The Customer Peers Back

Corporate integrity is a more valuable asset now that the world is more transparent. With abundant and free information, customers can now discern the true value of vendors and their goods and services. Business policies and processes — and the systems in which they manifest — should embrace this transparency rather than fight it.

by Don Tapscott & David Ticoll

Continued from Page 2

Marketing to Customers Who Have BI

The implications of this new reality are profound. First, companies need to create true value more than even before. To compete, firms need truly differentiated products, better service, or lower prices, because deficiencies in value cannot be hidden as easily. Companies can't make garbage smell like roses anymore. It's getting harder and harder to "spin," advertise, or otherwise trick customers into doing what is not in their interests.

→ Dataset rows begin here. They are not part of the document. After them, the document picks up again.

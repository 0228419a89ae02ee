"""Resistance and inductance of the air-cored stator coils and phases.

Pure, vectorised kernels: every argument broadcasts, SI units inside (temperatures in degrees C where
the name says `_C`). No validation here; the evaluator feeds sensible arrays.

Inductance model. One coil is a flat rectangular winding (hole L_h x W_h, legs of width w, axial
thickness t_c, N turns spread uniformly over w x t_c) centred between the two steel rotor discs whose
faces lie at z = +-D/2, D = g + 2 h_m (the magnets are close to air for the coil's AC field, recoil
permeability ~1.05). With ideal iron planes the coil's images are coils with the SAME current at
z = m D, m = +-1, +-2, ..., so L_coil = L_self + N^2 sum_{m != 0} M(m D). The self part uses Wheeler's
multilayer formula on a circular coil of the same mean turn length; the image part uses the exact
mutual inductance of coaxial rectangular filaments (closed-form Neumann integral), because the image
sum is dominated by the flux through the coil AREA, which an equal-perimeter circle overstates (by
27 % for a square). Mutual inductance between neighbouring coils is NEGLECTED (the phase inductance is
the sum of its own coils' inductances); see `phase_inductance`.

References
----------
See each function; values and equations marked [from memory] were re-derived or reproduced by an
independent numerical integral in tests/test_electrical.py.
"""

from __future__ import annotations

import numpy as np
from scipy.special import ellipe, ellipk

__all__ = ["MU0", "COPPER_RESISTIVITY_20C", "COPPER_TEMP_COEFF_20C", "copper_resistivity",
           "phase_resistance", "wheeler_multilayer_inductance", "mutual_inductance_coaxial_loops",
           "mutual_inductance_coaxial_rectangles", "image_inductance", "coil_inductance",
           "phase_inductance", "neumann_mutual_inductance", "keystone_coil_inductance_neumann",
           "keystone_coil_inductance"]

MU0 = 4e-7 * np.pi
"""Magnetic constant [H/m] (the pre-2019 exact value; the SI 2019 value differs by 5e-10 rel.)."""

COPPER_RESISTIVITY_20C = 1.0 / 58.0 * 1e-6
"""Resistivity of annealed copper at 20 C, 1/58 ohm mm^2/m = 1.7241e-8 [ohm m] (IEC 60028)."""
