def blade_section_coefficients(angle_of_attack_rad, camber_ratio=0.02, lift_slope_per_rad=2.0 * np.pi,
                               drag_zero_lift=0.01, drag_quadratic_per_rad2=0.5,
                               stall_angle_rad=np.radians(12.0), stall_width_rad=np.radians(6.0),
                               flat_plate_normal=2.0):
    """Lift and drag coefficients of a thin propeller section, attached flow
    blended smoothly into the flat-plate post-stall forms.

    Propeller convention: ``angle_of_attack_rad`` is measured from the chord
    line, positive when the section pushes the boat ahead (the pressure face
    towards the stern).

    Parameters
    ----------
    angle_of_attack_rad : array_like
        Angle of attack of the relative flow on the chord line [rad].
    camber_ratio : array_like, optional
        Maximum camber over chord of a parabolic camber line; positive camber
        helps propulsion [-].
    lift_slope_per_rad : array_like, optional
        Attached-flow lift-curve slope [1/rad].
    drag_zero_lift : array_like, optional
        Profile drag coefficient at zero lift [-].
    drag_quadratic_per_rad2 : array_like, optional
        Growth of profile drag with the square of the angle from zero lift
        [1/rad^2].
    stall_angle_rad : array_like, optional
        Angle from zero lift at which the blend is half way to the flat plate
        [rad].
    stall_width_rad : array_like, optional
        Half-width of the blend into stall: attached below stall angle minus
        it, flat plate above stall angle plus it [rad].
    flat_plate_normal : array_like, optional
        Normal-force coefficient of a flat plate at 90 degrees [-].

    Returns
    -------
    lift, drag : ndarray
        Section lift and drag coefficients [-]; lift is odd in the angle from
        zero lift, drag even in the chord angle.

    Notes
    -----
    Attached: ``C_L = m (alpha - alpha_0)`` with thin-airfoil theory's slope
    ``m = 2 pi`` and zero-lift angle ``alpha_0 = -2 f/c`` of a parabolic
    camber line; ``C_D = C_D0 + k (alpha - alpha_0)^2``. Post-stall: the flat
    plate ``C_L = C_N sin(alpha) cos(alpha)``, ``C_D = C_N sin^2(alpha)``
    with ``C_N = 2``. The weight is the smoothstep ``s = t^2 (3 - 2 t)``,
    ``t = clip((|alpha - alpha_0| - alpha_s)/(2 w) + 1/2, 0, 1)``: C1-smooth,
    so the BEM residual stays smooth in the inflow angle, and exactly the
    attached model below 6 degrees from zero lift (defaults). The wide band
    (6-18 degrees) stands for the gentle stall of low-aspect-ratio blades and
    keeps the stalled BEM from folding into many close roots (our choice). Thickness, Reynolds number and
    cavitation are not modelled.

    References
    ----------
    I. H. Abbott and A. E. von Doenhoff, *Theory of Wing Sections*, Dover,
    1959, sec. 4.3: thin-airfoil lift slope 2 pi and the zero-lift angle of a
    parabolic camber line (from memory).
    S. F. Hoerner, *Fluid-Dynamic Drag*, 1965, and L. A. Viterna and
    R. D. Corrigan, "Fixed pitch rotor performance of large horizontal axis
    wind turbines", NASA CP-2230, 1982: flat-plate post-stall forms
    C_D = C_Dmax sin^2 alpha, C_L = C_Dmax/2 sin 2 alpha with C_Dmax ~ 2
    (from memory). The smoothstep blend and the quadratic drag growth are our
    own choices.
    """
    alpha = np.asarray(angle_of_attack_rad, dtype=float)
    return _section(alpha, np.sin(alpha), np.cos(alpha), camber_ratio, lift_slope_per_rad, drag_zero_lift,
                    drag_quadratic_per_rad2, stall_angle_rad, stall_width_rad, flat_plate_normal)


def _section(alpha, s, c, camber_ratio=0.02, lift_slope_per_rad=2.0 * np.pi, drag_zero_lift=0.01,
             drag_quadratic_per_rad2=0.5, stall_angle_rad=np.radians(12.0), stall_width_rad=np.radians(6.0),
             flat_plate_normal=2.0):
    """:func:`blade_section_coefficients` given sin and cos of the angle."""
    alpha_e = alpha + 2.0 * np.asarray(camber_ratio)  # angle from zero lift
    lift_att = lift_slope_per_rad * alpha_e
    drag_att = drag_zero_lift + drag_quadratic_per_rad2 * alpha_e * alpha_e
    lift_fp = flat_plate_normal * s * c
    drag_fp = flat_plate_normal * s * s + drag_zero_lift
    t = np.clip((np.abs(alpha_e) - stall_angle_rad) / (2.0 * stall_width_rad) + 0.5, 0.0, 1.0)
    w = t * t * (3.0 - 2.0 * t)  # smoothstep: exactly attached / flat plate outside the band
    return lift_att + w * (lift_fp - lift_att), drag_att + w * (drag_fp - drag_att)


def blade_chord(radius_fraction, diameter_m, blades, area_ratio, hub_ratio=0.2):
    """Chord of the assumed elliptic planform at radius fraction x = r/R.

    ``c(x) = c_max sqrt(1 - ((x - x_w) / (1 - x_w))^2)``, widest at
    ``x_w = x_h + 0.45 (1 - x_h)``, zero at the tip, scaled so that
    ``Z int_{x_h}^1 c R dx = EAR pi D^2 / 4`` (expanded blade area).

    Parameters
    ----------
    radius_fraction : array_like
        r / R, between the hub ratio and 1 [-].
    diameter_m : array_like
        Propeller diameter [m].
    blades : array_like
        Number of blades Z [-].
    area_ratio : array_like
        Expanded blade-area ratio EAR [-].
    hub_ratio : array_like, optional
        Hub diameter over propeller diameter [-].

    Returns
    -------
    ndarray
        Expanded chord [m].

    References
    ----------
    Definition of the expanded area ratio, e.g. J. Carlton, *Marine
    Propellers and Propulsion*, 2nd ed., 2007, ch. 3 (from memory). The
    planform is our own assumption. The area integral is closed form:
    ``int sqrt(1 - u^2) du = (u sqrt(1 - u^2) + asin u) / 2``.
    """
    x = np.asarray(radius_fraction, dtype=float)
    xh = np.asarray(hub_ratio, dtype=float)
    xw = xh + _WIDEST_FRACTION * (1.0 - xh)
    half = 1.0 - xw
    u = np.clip((x - xw) / half, -1.0, 1.0)
    u_h = (xh - xw) / half
    prim = lambda v: 0.5 * (v * np.sqrt(1.0 - v * v) + np.arcsin(v))  # noqa: E731
    shape_area = half * (prim(1.0) - prim(u_h))  # int_{xh}^1 sqrt(1-u^2) dx
    R = 0.5 * np.asarray(diameter_m, dtype=float)
    c_max = np.asarray(area_ratio) * np.pi * R / (np.asarray(blades) * shape_area)
    return c_max * np.sqrt(1.0 - u * u)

Second, companies need to understand customers better than ever to build relationships with them. Relationship capital refers to a new class of assets that are based on the relationships a company develops with its customers, suppliers, and others. The wealth embedded in these relationships is becoming as important as the capital contained in land, plant, buildings, and even big bank accounts. Managers must know how to design the new relationships and exploit the wealth they contain. When you have knowledge about your customers, you can better balance the power dynamic between you and them. Business intelligence is an idea whose time has come.

Third, notwithstanding the foregoing, businesses must protect customers' privacy. The corporate standard of transparency should not be applied to individuals. Customers will want to be clothed for the foreseeable future, and firms need to respect their privacy. Embrace appropriate privacy principals. Get permission before compiling individuals' information. Limit collection of such information to what you need. Make clear your purposes for collecting personal information. And unless the customer authorizes it, don't use information for purposes other than those for which it was collected. When it comes to customers, privacy is good business.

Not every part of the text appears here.